O que o STJ levou em conta
A fundamentação do STJ se concentrou na interpretação sistemática e finalística do art. 13 da LC 123/2006, com destaque para o § 3º, que estabelece a isenção das microempresas e empresas de pequeno porte do pagamento das “demais contribuições instituídas pela União”. A Corte rechaçou a tese de que essa cláusula se limitária às contribuições referidas no art. 240 da Constituição Federal, como pretendia a Fazenda Nacional, e afirmou que o dispositivo veicula uma norma de exoneração mais ampla.
Para o relator, Ministro Marco Aurélio Bellizze, o regime do Simples Nacional opera em dois planos: o do recolhimento unificado (caput do art. 13) e o da incidência complementar de tributos fora desse escopo (incisos do § 1º). Já o § 3º se configura como exceção adicional, um dispositivo de alívio fiscal que beneficia as optantes ao dispensá-las do pagamento de outras contribuições não contempladas nos dois planos anteriores. Segundo o ministro, essa leitura harmoniza a lógica do regime simplificado com os objetivos constitucionais de estímulo ao empreendedorismo de menor porte.
O colegiado também afastou a ideia de que a cláusula geral prevista no inciso XV do § 1º teria o condão de restringir a isenção, sustentando que tal disposição tem função apenas explicativa, sem poder de esvaziar a regra desonerativa posterior. Nesse sentido, o STJ reafirmou que a coexistência de dispositivos dentro da LC 123/2006 deve ser compreendida à luz da função normativa específica de cada um, inclusive para preservar a coerência interna da legislação.
Por fim, a decisão sublinhou que a natureza do AFRMM, como contribuição de intervenção no domínio econômico, instituída pela União, enquadra-se no exato campo de incidência do § 3º. Não se trata, portanto, de contribuição excluída da isenção por qualquer das ressalvas expressas na própria lei complementar. A Corte concluiu que a empresa, por estar no regime do Simples Nacional, estava de fato dispensada do recolhimento, reconhecendo o direito à restituição dos valores pagos indevidamente.
Efeitos práticos da decisão
A tese fixada pela Segunda Turma do STJ solidifica uma interpretação que amplia significativamente o alcance da desoneração prevista no § 3º do art. 13 da LC 123/2006, oferecendo segurança jurídica às microempresas e empresas de pequeno porte que recolhem tributos pelo Simples Nacional. Com a confirmação de que o AFRMM está incluído entre as “demais contribuições instituídas pela União” das quais essas empresas estão isentas, consolida-se uma base para pleitos de restituição de valores pagos indevidamente nos últimos cinco anos.

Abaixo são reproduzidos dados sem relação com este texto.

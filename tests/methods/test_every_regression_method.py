"""Shared checks run against every method registered for regression (DEVELOPERS.md,
"Contracts the tests hold"), as tests/methods/test_every_method.py runs them for classification.

Kept and removed positions partition the input and every removal is explained with the
method's own reason codes; the same seed gives the same result; rows that may not be removed
stay; tiny and empty inputs give a defined result or a clear error; a run keeps the input's
columns, types and values at the kept ids. These invariants are common practice, no source;
the values are compared with polars' own reading of the input file (outside reference).
Data: scikit-learn's bundled diabetes set, range-normalised with MinMaxScaler, with seeded
outliers (5% of targets moved by several standard deviations).
"""

from __future__ import annotations

import numpy as np
import polars as pl
import pytest
from run_checks import assert_run_keeps_the_input
from sklearn.datasets import load_diabetes
from sklearn.preprocessing import MinMaxScaler

from curate.api import run
from curate.errors import CurateError
from curate.evaluation.regression_stats import inject_outliers
from curate.methods import REGRESSION_METHODS
from curate.space import Space

NEEDS = {"hardness": {"threshold": 2.0}}
KEYS = list(REGRESSION_METHODS)


def call(key: str, space: Space, targets: np.ndarray, removable: np.ndarray | None = None,
         seed: int = 0):
    info = REGRESSION_METHODS[key]
    mask = np.ones(space.n, dtype=bool) if removable is None else removable
    return info.func(space, targets, removable=mask, seed=seed,
                     **(info.defaults() | NEEDS.get(key, {})))


@pytest.fixture(scope="module")
def data() -> tuple[Space, np.ndarray]:
    x, y = load_diabetes(return_X_y=True)
    return Space.from_matrix(MinMaxScaler().fit_transform(x)), inject_outliers(y, 0.05, 3)[0]


@pytest.mark.parametrize("key", KEYS)
def test_selection_partitions_and_explains_itself(key, data):
    space, targets = data
    sel = call(key, space, targets)
    together = np.concatenate([sel.kept, sel.removed])
    assert np.array_equal(np.sort(together), np.arange(space.n)), "kept and removed must partition"
    assert set(sel.reason) <= set(REGRESSION_METHODS[key].reasons)
    assert len(sel.detail) == len(sel.removed) and all(d.strip() for d in sel.detail)
    kept = set(sel.kept.tolist())
    assert all(keeper == -1 or keeper in kept for keeper in sel.kept_as)


@pytest.mark.parametrize("key", KEYS)
def test_same_seed_same_result(key, data):
    space, targets = data
    a, b = call(key, space, targets, seed=5), call(key, space, targets, seed=5)
    assert np.array_equal(a.kept, b.kept) and a.reason == b.reason


@pytest.mark.parametrize("key", KEYS)
def test_rows_that_may_not_be_removed_stay(key, data):
    space, targets = data
    removable = np.arange(space.n) % 3 != 0
    sel = call(key, space, targets, removable=removable)
    assert np.all(removable[sel.removed])


@pytest.mark.parametrize("key", KEYS)
@pytest.mark.parametrize("rows", [0, 2])
def test_tiny_and_empty_inputs_are_defined(key, rows):
    space = Space.from_matrix(np.arange(rows * 2, dtype=float).reshape(rows, 2))
    try:
        sel = call(key, space, np.arange(rows, dtype=float))
    except CurateError as err:
        assert "hint" in str(err)
        return
    assert sel.n == rows and sorted([*sel.kept.tolist(), *sel.removed.tolist()]) == \
        list(range(rows))


@pytest.mark.parametrize("key", KEYS)
def test_types_are_preserved_through_a_run(key, tmp_path, data):
    x, y = load_diabetes(return_X_y=True)
    frame = pl.DataFrame(x[:, :4], schema=["a", "b", "c", "d"]).with_columns(
        pl.Series("flag", np.arange(len(y)) % 2 == 0), pl.Series("y", data[1]))
    frame.write_parquet(tmp_path / "t.parquet")
    stage = {"method": key, "max_removed_share": 1.0} | NEEDS.get(key, {})
    result = run({"input": {"path": "t.parquet", "label": "y", "task": "regression"},
                  "stages": [stage]}, base=tmp_path)
    assert_run_keeps_the_input(result, tmp_path / "t.parquet", frame)
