"""What code a pipeline file may load, and loading it without a traceback.

A pipeline file looks like data and is shared like data, but ``[input] schema``
names a Python module, and importing a module runs it with the user's rights.
So a schema module loads only from

* a ``file.py`` inside the pipeline file's folder (after symbolic links are
  resolved: a link inside the folder that points outside it does not count);
* a folder the user names on the command line (``--trust-code DIR``) or in
  Python (``trust_code=[...]``);
* a module (``package.module:Class``) whose name, or a parent package's name, the
  user names the same way (``--trust-code package.module``).

Anything else is refused before it is imported. A module that does not parse
or raises while it is imported is reported with its file and line, not a
traceback.
"""

from __future__ import annotations

import importlib
import importlib.util
import re
import sys
import traceback
from collections.abc import Iterable
from dataclasses import dataclass
from pathlib import Path
from types import ModuleType

from curate.errors import PipelineFileError, UsageError

__all__ = ["TrustedCode", "import_schema_module", "refusal", "trusted_code"]

_MODULE_NAME = re.compile(r"[A-Za-z_]\w*(\.[A-Za-z_]\w*)*")


@dataclass(frozen=True)
class TrustedCode:
    """Folders (resolved) and module names the user trusts beyond the pipeline file's folder."""

    folders: tuple[Path, ...] = ()
    modules: tuple[str, ...] = ()


def trusted_code(entries: Iterable[str | Path] = ()) -> TrustedCode:
    """Sort ``--trust-code`` entries into folders and module names.

    An entry naming an existing folder (relative to the working folder) trusts
    that folder; an entry that is a dotted Python name trusts that module and
    its submodules. An entry may be both (``schemas``). Anything else is a
    usage error.

    Examples
    --------
    >>> trusted_code(["my_company.schemas"]).modules
    ('my_company.schemas',)
    >>> trusted_code(["/no/such/folder"])
    Traceback (most recent call last):
    ...
    curate.errors.UsageError: --trust-code '/no/such/folder' is neither an existing folder nor a module name
      hint: name a folder that holds schema files, or an installed module such as my_package.schemas
    """
    folders: list[Path] = []
    modules: list[str] = []
    for entry in entries:
        text = str(entry)
        path = Path(text)
        is_folder = _is_folder(path)
        if is_folder:
            folders.append(path.resolve())
        if _MODULE_NAME.fullmatch(text) and not isinstance(entry, Path):
            modules.append(text)
        elif not is_folder:
            raise UsageError(f"--trust-code {text!r} is neither an existing folder nor a module name",
                             hint="name a folder that holds schema files, or an installed module "
                                  "such as my_package.schemas")
    return TrustedCode(tuple(folders), tuple(modules))


def _is_folder(path: Path) -> bool:
    try:
        return path.is_dir() and bool(path.resolve())
    except (OSError, RuntimeError):  # a symbolic-link loop is no folder to trust
        return False


def refusal(module_ref: str, base: Path, trusted: TrustedCode) -> tuple[str, str] | None:
    """Why the schema module ``module_ref`` may not be loaded and the fix, or None when it may.

    ``module_ref`` is a resolved ``/path/file.py`` or a dotted module name;
    ``base`` is the pipeline file's folder.

    Examples
    --------
    >>> refusal("/pipes/schemas/r.py", Path("/pipes"), TrustedCode()) is None
    True
    >>> refusal("/elsewhere/r.py", Path("/pipes"), TrustedCode())[0]  # doctest: +ELLIPSIS
    "is refused: the file /elsewhere/r.py is outside the pipeline file's folder /pipes. ..."
    >>> refusal("acme.schemas.pumps", Path("/pipes"), TrustedCode(modules=("acme.schemas",))) is None
    True
    """
    if module_ref.endswith(".py"):
        path = Path(module_ref)
        if any(path.is_relative_to(folder) for folder in (base, *trusted.folders)):
            return None
        named = f" and the trusted folders {', '.join(map(str, trusted.folders))}" \
            if trusted.folders else ""
        problem, trust = f"the file {path} is outside the pipeline file's folder {base}{named}", \
            str(path.parent)
    elif any(module_ref == m or module_ref.startswith(m + ".") for m in trusted.modules):
        return None
    else:
        problem, trust = f"the module {module_ref!r} is not named with --trust-code", module_ref
    return (f"is refused: {problem}. A schema module is Python code and runs with your rights, "
            "so curate loads one only from the pipeline file's folder or from a folder or module "
            "you name",
            f"if you trust it, pass --trust-code {trust} (Python: trust_code=[{trust!r}]), or put "
            "the schema file in the pipeline file's folder")


def import_schema_module(module_ref: str) -> ModuleType:
    """Import a schema module (a ``file.py`` path or a module name) with clean errors.

    A file that does not parse, or raises while it runs, gives a
    :class:`~curate.errors.PipelineFileError` naming the file and line.

    Examples
    --------
    >>> import tempfile
    >>> bad = Path(tempfile.mkdtemp()) / "bad.py"
    >>> _ = bad.write_text("import math\\nvalue = math.sqrt(-1)\\n")
    >>> import_schema_module(str(bad))  # doctest: +ELLIPSIS
    Traceback (most recent call last):
    ...
    curate.errors.PipelineFileError: schema file .../bad.py, line 2 raised ValueError: math domain error
      hint: fix the schema module at that line (it must import cleanly with python); ...
    """
    if module_ref.endswith(".py"):
        path = Path(module_ref)
        if not path.is_file():
            raise PipelineFileError(f"schema file {path} does not exist",
                                    hint="fix [input] schema = \"path/to/file.py:ClassName\"")
        name = f"curate_schema_{path.stem}"
        spec = importlib.util.spec_from_file_location(name, path)
        if spec is None or spec.loader is None:
            raise PipelineFileError(f"schema file {path} cannot be loaded as a Python module",
                                    hint="give a .py file: [input] schema = \"file.py:ClassName\"")
        module = importlib.util.module_from_spec(spec)
        sys.modules[name] = module
        try:
            spec.loader.exec_module(module)
        except (Exception, SystemExit) as err:
            sys.modules.pop(name, None)
            raise _import_failure(err, str(path), f"schema file {path}") from None
        return module
    try:
        return importlib.import_module(module_ref)
    except ModuleNotFoundError as err:
        if err.name is not None and (module_ref == err.name or module_ref.startswith(err.name + ".")):
            raise PipelineFileError(f"cannot import schema module {module_ref!r}: {err}",
                                    hint="fix [input] schema, or install the module") from None
        raise _import_failure(err, None, f"schema module {module_ref!r}") from None
    except (Exception, SystemExit) as err:
        raise _import_failure(err, None, f"schema module {module_ref!r}") from None


def _import_failure(err: BaseException, filename: str | None, what: str) -> PipelineFileError:
    """Name the file and line where importing the schema module failed."""
    if isinstance(err, SyntaxError):
        line = f", line {err.lineno}" if err.lineno else ""
        where = line if err.filename == filename else f" (in {err.filename}{line})"
        return PipelineFileError(f"{what}{where} does not parse: {err.msg}",
                                 hint="fix the Python syntax at that line")
    frames = [f for f in traceback.extract_tb(err.__traceback__)
              if not f.filename.startswith("<frozen")]
    own = [f for f in frames if f.filename == filename]
    if own:  # the line in the schema file itself that failed
        spot = f", line {own[-1].lineno}"
    elif frames and filename is None:  # a module by name: where the error was raised
        spot = f" ({frames[-1].filename}, line {frames[-1].lineno})"
    else:
        spot = ""
    detail = f"exit({err.code!r})" if isinstance(err, SystemExit) else str(err)
    return PipelineFileError(f"{what}{spot} raised {type(err).__name__}: {detail}",
                             hint="fix the schema module at that line (it must import cleanly with "
                                  "python); curate imports it to read the model named in "
                                  "[input] schema")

Na prática, isso afeta diretamente empresas de menor porte que atuam no comércio exterior, especialmente aquelas que dependem do transporte marítimo e fluvial de mercadorias. Até a decisão, muitas delas recolhiam o AFRMM por orientação ou exigência da Receita Federal, mesmo estando formalmente inscritas no Simples. A jurisprudência agora firmada autoriza não apenas a interrupção do recolhimento, mas também o reexame das incidências pretéritas.
Além disso, o julgamento fortalece o entendimento de que a LC 123/2006 deve ser interpretada com ênfase na sua função constitucional de estímulo à atividade produtiva das empresas de pequeno porte. O afastamento de interpretações restritivas, como pretendia a Fazenda Nacional, reafirma que a isenção não pode ser desfigurada por meio de remissões genéricas ou argumentos de compatibilização formal.